EU leaders are to meet for an emergency summit in Brussels to decide whether to offer the UK another delay to Brexit.
Prime Minister Theresa May wants to postpone the date the UK leaves the EU beyond this Friday, until 30 June.
But the EU is expected to offer a longer delay, after European Council President Donald Tusk urged the other 27 leaders to back a flexible extension of up to a year - with conditions.
Mr Tusk added that "neither side should be allowed to feel humiliated".
Brexit Secretary Steve Barclay said neither he nor the PM wanted to see a longer extension, but said it was a possibility because MPs had not backed Mrs May's deal.
He said, "The reason we have to go back [to the EU] today is not because of the prime minister, but because Parliament once again refused to vote for the withdrawal agreement. It is a consequence of Parliament. Not government, Parliament."
The UK is currently due to leave the EU at 23:00 BST on Friday, 12 April, reports the BBC.
So far, UK MPs have rejected the withdrawal agreement Mrs May reached with other European leaders last year, so she is now asking for the leaving date to be extended.
Every EU member state needs to agree before a delay can be granted.
If no extension is granted, the default position would be for the UK to leave on Friday without a deal.
Mrs May will head to Belgium this afternoon, after her weekly clash with opposition leader Jeremy Corbyn at Prime Minister's Questions in the House of Commons.
That head-to-head follows five days of talks between the government and Labour officials aimed at breaking the Brexit impasse.
At the summit - which begins at about 18:00 local time (17:00 BST) on Wednesday evening - Mrs May will formally present her case for a short delay until 30 June, with the option for the UK to leave earlier if her Brexit deal is ratified.
The other EU leaders will then have dinner without her and discuss how to respond.
In a formal letter to the leaders on the eve of the summit, Mr Tusk proposed a longer, flexible extension - although "no longer than one year" - to avoid creating more cliff-edge extensions or emergency summits in the future.
Any delay should have conditions attached, he said - including that there would be no reopening of the withdrawal agreement talks.

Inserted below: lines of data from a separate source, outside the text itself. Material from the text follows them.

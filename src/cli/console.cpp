#include "cli/console.hpp"

namespace bine::cli {

void print_result(const Console& console, bool json, const std::function<nlohmann::json()>& document,
                  const std::function<void(std::ostream&)>& text) {
  if (json)
    console.out << document().dump(2) << '\n';
  else
    text(console.out);
}

}  // namespace bine::cli
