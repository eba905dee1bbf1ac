#pragma once
// Each command lives in its own file: an options struct of strings and flags bound to CLI11 by its
// setup, one parse_<command>_args that turns them into typed values (the only place strings become
// quantities) and reports every problem at once, and a run that loads data, calls engines and
// renders through the Console. Engines never see argv.
#include <CLI/CLI.hpp>
#include <functional>
#include <string>
#include <utility>
#include <vector>

#include "cli/console.hpp"
#include "io/data_dir.hpp"
#include "model/quantity.hpp"

namespace bine::cli {

/// Options every command shares.
struct GlobalOptions {
  DataFolderChoice data;              // --data DIR, else $BINE_DATA (read once, in app.cpp)
  std::vector<std::string> catalogs;  // --catalog FILE (repeatable)
  std::string units = "metric";       // --units metric|us
  bool timings = false;               // --timings
  UnitSystem unit_system() const { return units == "us" ? UnitSystem::us : UnitSystem::metric; }
};

/// The lexicon and every catalog (shipped and --catalog), timed as "load data".
DataSet load_data(const GlobalOptions& globals, const Console& console);

/// The commands the parser knows, each with what to run when the parse chose it.
class CommandTable {
 public:
  using Run = std::function<void(const Console&)>;
  void add(CLI::App* command, Run run) { commands_.emplace_back(command, std::move(run)); }
  /// Runs the command the parse chose; false when none was chosen.
  bool run_chosen(const Console& console) const;

 private:
  std::vector<std::pair<CLI::App*, Run>> commands_;
};

/// For options that name a file bine writes (--write, --html): refuses an empty name (`--write ''`),
/// which would otherwise read as "not given".
inline CLI::Validator output_file_name() {
  return CLI::Validator(
      [](std::string& value) {
        return value.empty() ? std::string("an empty file name (expected a file name such as out.json)")
                             : std::string();
      },
      "FILE");
}

void setup_catalog_command(CLI::App& app, const GlobalOptions& globals, CommandTable& commands);
/// `bine catalog compile`, a subcommand of `catalog`.
void setup_catalog_compile_command(CLI::App& catalog, const GlobalOptions& globals, CommandTable& commands);
void setup_ibu_command(CLI::App& app, const GlobalOptions& globals, CommandTable& commands);
void setup_age_command(CLI::App& app, const GlobalOptions& globals, CommandTable& commands);
void setup_rebalance_command(CLI::App& app, const GlobalOptions& globals, CommandTable& commands);
void setup_swap_command(CLI::App& app, const GlobalOptions& globals, CommandTable& commands);
void setup_blend_command(CLI::App& app, const GlobalOptions& globals, CommandTable& commands);
void setup_import_command(CLI::App& app, const GlobalOptions& globals, CommandTable& commands);
void setup_calibrate_command(CLI::App& app, const GlobalOptions& globals, CommandTable& commands);
void setup_stock_command(CLI::App& app, const GlobalOptions& globals, CommandTable& commands);

}  // namespace bine::cli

And the UK would have the option to leave earlier if a Brexit deal was ratified.
Referring to Mrs May's proposal for an extension until the end of June, he added there was "little reason to believe" that Mrs May's deal could be ratified by then.
And if the European Council did not agree on an extension at all, "there would be a risk of an accidental no-deal Brexit", he said.
Mr Tusk also warned that "neither side should be allowed to feel humiliated at any stage in this difficult process".
EU officials have prepared a draft document for the leaders to discuss at the summit - with the end date of the delay left blank for them to fill in once deliberations have ended.
On Tuesday, Mrs May travelled to Berlin for talks with German Chancellor Angela Merkel, and then to Paris to meet French President Emmanuel Macron, in a bid to seek their support for her shorter delay.
Afterwards, Ms Merkel said a delay that ran until the end of this year or the start of 2020 was a possibility.
In a statement, Downing Street said the prime minister and Chancellor Merkel agreed on the importance of ensuring Britain's orderly withdrawal.
Meanwhile, talks between Labour and the Conservatives are scheduled to resume after Mrs May returns from the summit.
The Brexit Secretary, Stephen Barclay, said holding talks with the opposition was "contrary to the normal tradition", but they were taking place "in good faith".
Labour MP Jack Dromey, who has campaigned to rule out no-deal in Parliament, criticised Mrs May for taking two years to reach out to his party, but said there was a "genuine desire" on both sides to reach an agreement.
"Those negotiations are tough, they will take time and there is a mountain to climb," he added.
"But there is a duty that falls upon all members of Parliament to reach a better deal for Britain to protect the British national interest."